Exercise description: Print all the data, keeping every line exactly as it is.

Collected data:
##########

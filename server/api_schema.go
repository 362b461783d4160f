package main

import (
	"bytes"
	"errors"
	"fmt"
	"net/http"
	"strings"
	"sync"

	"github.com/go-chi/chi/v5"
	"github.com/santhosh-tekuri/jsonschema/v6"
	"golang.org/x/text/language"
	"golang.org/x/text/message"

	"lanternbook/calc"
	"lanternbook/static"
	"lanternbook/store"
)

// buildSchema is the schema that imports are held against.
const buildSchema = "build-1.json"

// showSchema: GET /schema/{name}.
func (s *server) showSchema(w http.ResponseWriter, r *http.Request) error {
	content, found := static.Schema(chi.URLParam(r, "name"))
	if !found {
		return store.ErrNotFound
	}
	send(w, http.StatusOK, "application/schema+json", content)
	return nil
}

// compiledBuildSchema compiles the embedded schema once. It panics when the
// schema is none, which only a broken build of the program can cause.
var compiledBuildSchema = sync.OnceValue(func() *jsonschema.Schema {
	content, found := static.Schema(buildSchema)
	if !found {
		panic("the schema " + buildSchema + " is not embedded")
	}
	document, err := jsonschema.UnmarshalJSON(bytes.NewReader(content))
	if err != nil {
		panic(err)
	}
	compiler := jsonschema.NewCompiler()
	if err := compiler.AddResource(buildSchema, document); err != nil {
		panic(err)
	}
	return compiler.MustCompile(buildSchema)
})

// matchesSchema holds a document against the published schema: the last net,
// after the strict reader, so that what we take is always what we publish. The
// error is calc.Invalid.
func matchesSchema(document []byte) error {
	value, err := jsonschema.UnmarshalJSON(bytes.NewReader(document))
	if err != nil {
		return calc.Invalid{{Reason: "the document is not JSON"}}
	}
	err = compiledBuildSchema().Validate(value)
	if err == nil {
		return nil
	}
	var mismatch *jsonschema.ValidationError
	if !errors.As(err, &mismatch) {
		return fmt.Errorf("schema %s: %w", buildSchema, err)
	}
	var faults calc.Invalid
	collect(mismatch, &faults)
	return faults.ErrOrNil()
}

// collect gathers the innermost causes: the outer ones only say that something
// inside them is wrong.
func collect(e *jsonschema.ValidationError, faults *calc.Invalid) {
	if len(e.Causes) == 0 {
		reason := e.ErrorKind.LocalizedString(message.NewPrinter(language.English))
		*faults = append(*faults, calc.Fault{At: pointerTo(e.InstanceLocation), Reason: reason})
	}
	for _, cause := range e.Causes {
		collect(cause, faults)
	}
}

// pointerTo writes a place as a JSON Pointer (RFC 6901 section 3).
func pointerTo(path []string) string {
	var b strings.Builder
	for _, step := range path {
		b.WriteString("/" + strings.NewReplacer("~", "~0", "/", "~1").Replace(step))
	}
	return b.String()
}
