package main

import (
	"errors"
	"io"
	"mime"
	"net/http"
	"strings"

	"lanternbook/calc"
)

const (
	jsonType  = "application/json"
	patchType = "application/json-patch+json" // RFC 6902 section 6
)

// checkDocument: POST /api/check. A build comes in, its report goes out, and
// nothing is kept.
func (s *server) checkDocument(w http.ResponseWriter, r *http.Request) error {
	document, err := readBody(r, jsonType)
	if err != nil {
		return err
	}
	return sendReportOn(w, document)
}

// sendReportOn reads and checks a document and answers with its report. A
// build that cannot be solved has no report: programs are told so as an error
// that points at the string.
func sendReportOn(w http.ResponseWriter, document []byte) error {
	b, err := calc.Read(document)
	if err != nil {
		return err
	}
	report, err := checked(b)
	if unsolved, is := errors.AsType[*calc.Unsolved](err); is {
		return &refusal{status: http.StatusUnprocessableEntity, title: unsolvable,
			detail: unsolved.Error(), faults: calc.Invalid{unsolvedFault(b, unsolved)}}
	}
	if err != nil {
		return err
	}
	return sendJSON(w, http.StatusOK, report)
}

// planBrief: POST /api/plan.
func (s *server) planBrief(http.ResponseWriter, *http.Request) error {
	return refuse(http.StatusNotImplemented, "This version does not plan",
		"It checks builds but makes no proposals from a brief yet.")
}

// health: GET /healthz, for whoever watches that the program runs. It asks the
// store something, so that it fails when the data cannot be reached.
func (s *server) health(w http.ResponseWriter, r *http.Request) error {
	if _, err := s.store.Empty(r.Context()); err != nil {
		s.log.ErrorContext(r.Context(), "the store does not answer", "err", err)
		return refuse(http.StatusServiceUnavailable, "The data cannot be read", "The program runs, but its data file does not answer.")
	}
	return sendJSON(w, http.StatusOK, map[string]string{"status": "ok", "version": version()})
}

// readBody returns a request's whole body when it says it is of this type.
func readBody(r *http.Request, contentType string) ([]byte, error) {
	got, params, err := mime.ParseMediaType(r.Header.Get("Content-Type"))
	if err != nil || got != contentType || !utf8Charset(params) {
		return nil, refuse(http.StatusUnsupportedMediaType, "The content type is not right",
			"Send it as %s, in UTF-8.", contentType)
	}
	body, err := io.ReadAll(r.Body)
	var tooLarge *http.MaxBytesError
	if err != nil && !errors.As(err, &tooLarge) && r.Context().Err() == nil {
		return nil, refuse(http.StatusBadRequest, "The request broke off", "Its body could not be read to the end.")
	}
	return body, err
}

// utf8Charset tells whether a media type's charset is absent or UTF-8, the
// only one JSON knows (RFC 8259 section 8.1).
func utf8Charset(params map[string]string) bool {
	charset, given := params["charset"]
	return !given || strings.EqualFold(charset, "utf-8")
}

##########

Solution to the problem:
filename server/api_schema.go
repository 362b461783d4160f
package main

import (
	"bytes"
	"errors"
	"fmt"
	"net/http"
	"strings"
	"sync"

	"github.com/go-chi/chi/v5"
	"github.com/santhosh-tekuri/jsonschema/v6"
	"golang.org/x/text/language"
	"golang.org/x/text/message"

	"lanternbook/calc"
	"lanternbook/static"
	"lanternbook/store"
)

// buildSchema is the schema that imports are held against.
const buildSchema = "build-1.json"

// showSchema: GET /schema/{name}.
func (s *server) showSchema(w http.ResponseWriter, r *http.Request) error {
	content, found := static.Schema(chi.URLParam(r, "name"))
	if !found {
		return store.ErrNotFound
	}
	send(w, http.StatusOK, "application/schema+json", content)
	return nil
}

// compiledBuildSchema compiles the embedded schema once. It panics when the
// schema is none, which only a broken build of the program can cause.
var compiledBuildSchema = sync.OnceValue(func() *jsonschema.Schema {
	content, found := static.Schema(buildSchema)
	if !found {
		panic("the schema " + buildSchema + " is not embedded")
	}
	document, err := jsonschema.UnmarshalJSON(bytes.NewReader(content))
	if err != nil {
		panic(err)
	}
	compiler := jsonschema.NewCompiler()
	if err := compiler.AddResource(buildSchema, document); err != nil {
		panic(err)
	}
	return compiler.MustCompile(buildSchema)
})

// matchesSchema holds a document against the published schema: the last net,
// after the strict reader, so that what we take is always what we publish. The
// error is calc.Invalid.
func matchesSchema(document []byte) error {
	value, err := jsonschema.UnmarshalJSON(bytes.NewReader(document))
	if err != nil {
		return calc.Invalid{{Reason: "the document is not JSON"}}
	}
	err = compiledBuildSchema().Validate(value)
	if err == nil {
		return nil
	}
	var mismatch *jsonschema.ValidationError
	if !errors.As(err, &mismatch) {
		return fmt.Errorf("schema %s: %w", buildSchema, err)
	}
	var faults calc.Invalid
	collect(mismatch, &faults)
	return faults.ErrOrNil()
}

// collect gathers the innermost causes: the outer ones only say that something
// inside them is wrong.
func collect(e *jsonschema.ValidationError, faults *calc.Invalid) {
	if len(e.Causes) == 0 {
		reason := e.ErrorKind.LocalizedString(message.NewPrinter(language.English))
		*faults = append(*faults, calc.Fault{At: pointerTo(e.InstanceLocation), Reason: reason})
	}
	for _, cause := range e.Causes {
		collect(cause, faults)
	}
}

// pointerTo writes a place as a JSON Pointer (RFC 6901 section 3).
func pointerTo(path []string) string {
	var b strings.Builder
	for _, step := range path {
		b.WriteString("/" + strings.NewReplacer("~", "~0", "/", "~1").Replace(step))
	}
	return b.String()
}
package main

import (
	"errors"
	"io"
	"mime"
	"net/http"
	"strings"

	"lanternbook/calc"
)

const (
	jsonType  = "application/json"
	patchType = "application/json-patch+json" // RFC 6902 section 6
)

// checkDocument: POST /api/check. A build comes in, its report goes out, and
// nothing is kept.
func (s *server) checkDocument(w http.ResponseWriter, r *http.Request) error {
	document, err := readBody(r, jsonType)
	if err != nil {
		return err
	}
	return sendReportOn(w, document)
}

// sendReportOn reads and checks a document and answers with its report. A
// build that cannot be solved has no report: programs are told so as an error
// that points at the string.
func sendReportOn(w http.ResponseWriter, document []byte) error {
	b, err := calc.Read(document)
	if err != nil {
		return err
	}
	report, err := checked(b)
	if unsolved, is := errors.AsType[*calc.Unsolved](err); is {
		return &refusal{status: http.StatusUnprocessableEntity, title: unsolvable,
			detail: unsolved.Error(), faults: calc.Invalid{unsolvedFault(b, unsolved)}}
	}
	if err != nil {
		return err
	}
	return sendJSON(w, http.StatusOK, report)
}

// planBrief: POST /api/plan.
func (s *server) planBrief(http.ResponseWriter, *http.Request) error {
	return refuse(http.StatusNotImplemented, "This version does not plan",
		"It checks builds but makes no proposals from a brief yet.")
}

// health: GET /healthz, for whoever watches that the program runs. It asks the
// store something, so that it fails when the data cannot be reached.
func (s *server) health(w http.ResponseWriter, r *http.Request) error {
	if _, err := s.store.Empty(r.Context()); err != nil {
		s.log.ErrorContext(r.Context(), "the store does not answer", "err", err)
		return refuse(http.StatusServiceUnavailable, "The data cannot be read", "The program runs, but its data file does not answer.")
	}
	return sendJSON(w, http.StatusOK, map[string]string{"status": "ok", "version": version()})
}

// readBody returns a request's whole body when it says it is of this type.
func readBody(r *http.Request, contentType string) ([]byte, error) {
	got, params, err := mime.ParseMediaType(r.Header.Get("Content-Type"))
	if err != nil || got != contentType || !utf8Charset(params) {
		return nil, refuse(http.StatusUnsupportedMediaType, "The content type is not right",
			"Send it as %s, in UTF-8.", contentType)
	}
	body, err := io.ReadAll(r.Body)
	var tooLarge *http.MaxBytesError
	if err != nil && !errors.As(err, &tooLarge) && r.Context().Err() == nil {
		return nil, refuse(http.StatusBadRequest, "The request broke off", "Its body could not be read to the end.")
	}
	return body, err
}

// utf8Charset tells whether a media type's charset is absent or UTF-8, the
// only one JSON knows (RFC 8259 section 8.1).
func utf8Charset(params map[string]string) bool {
	charset, given := params["charset"]
	return !given || strings.EqualFold(charset, "utf-8")
}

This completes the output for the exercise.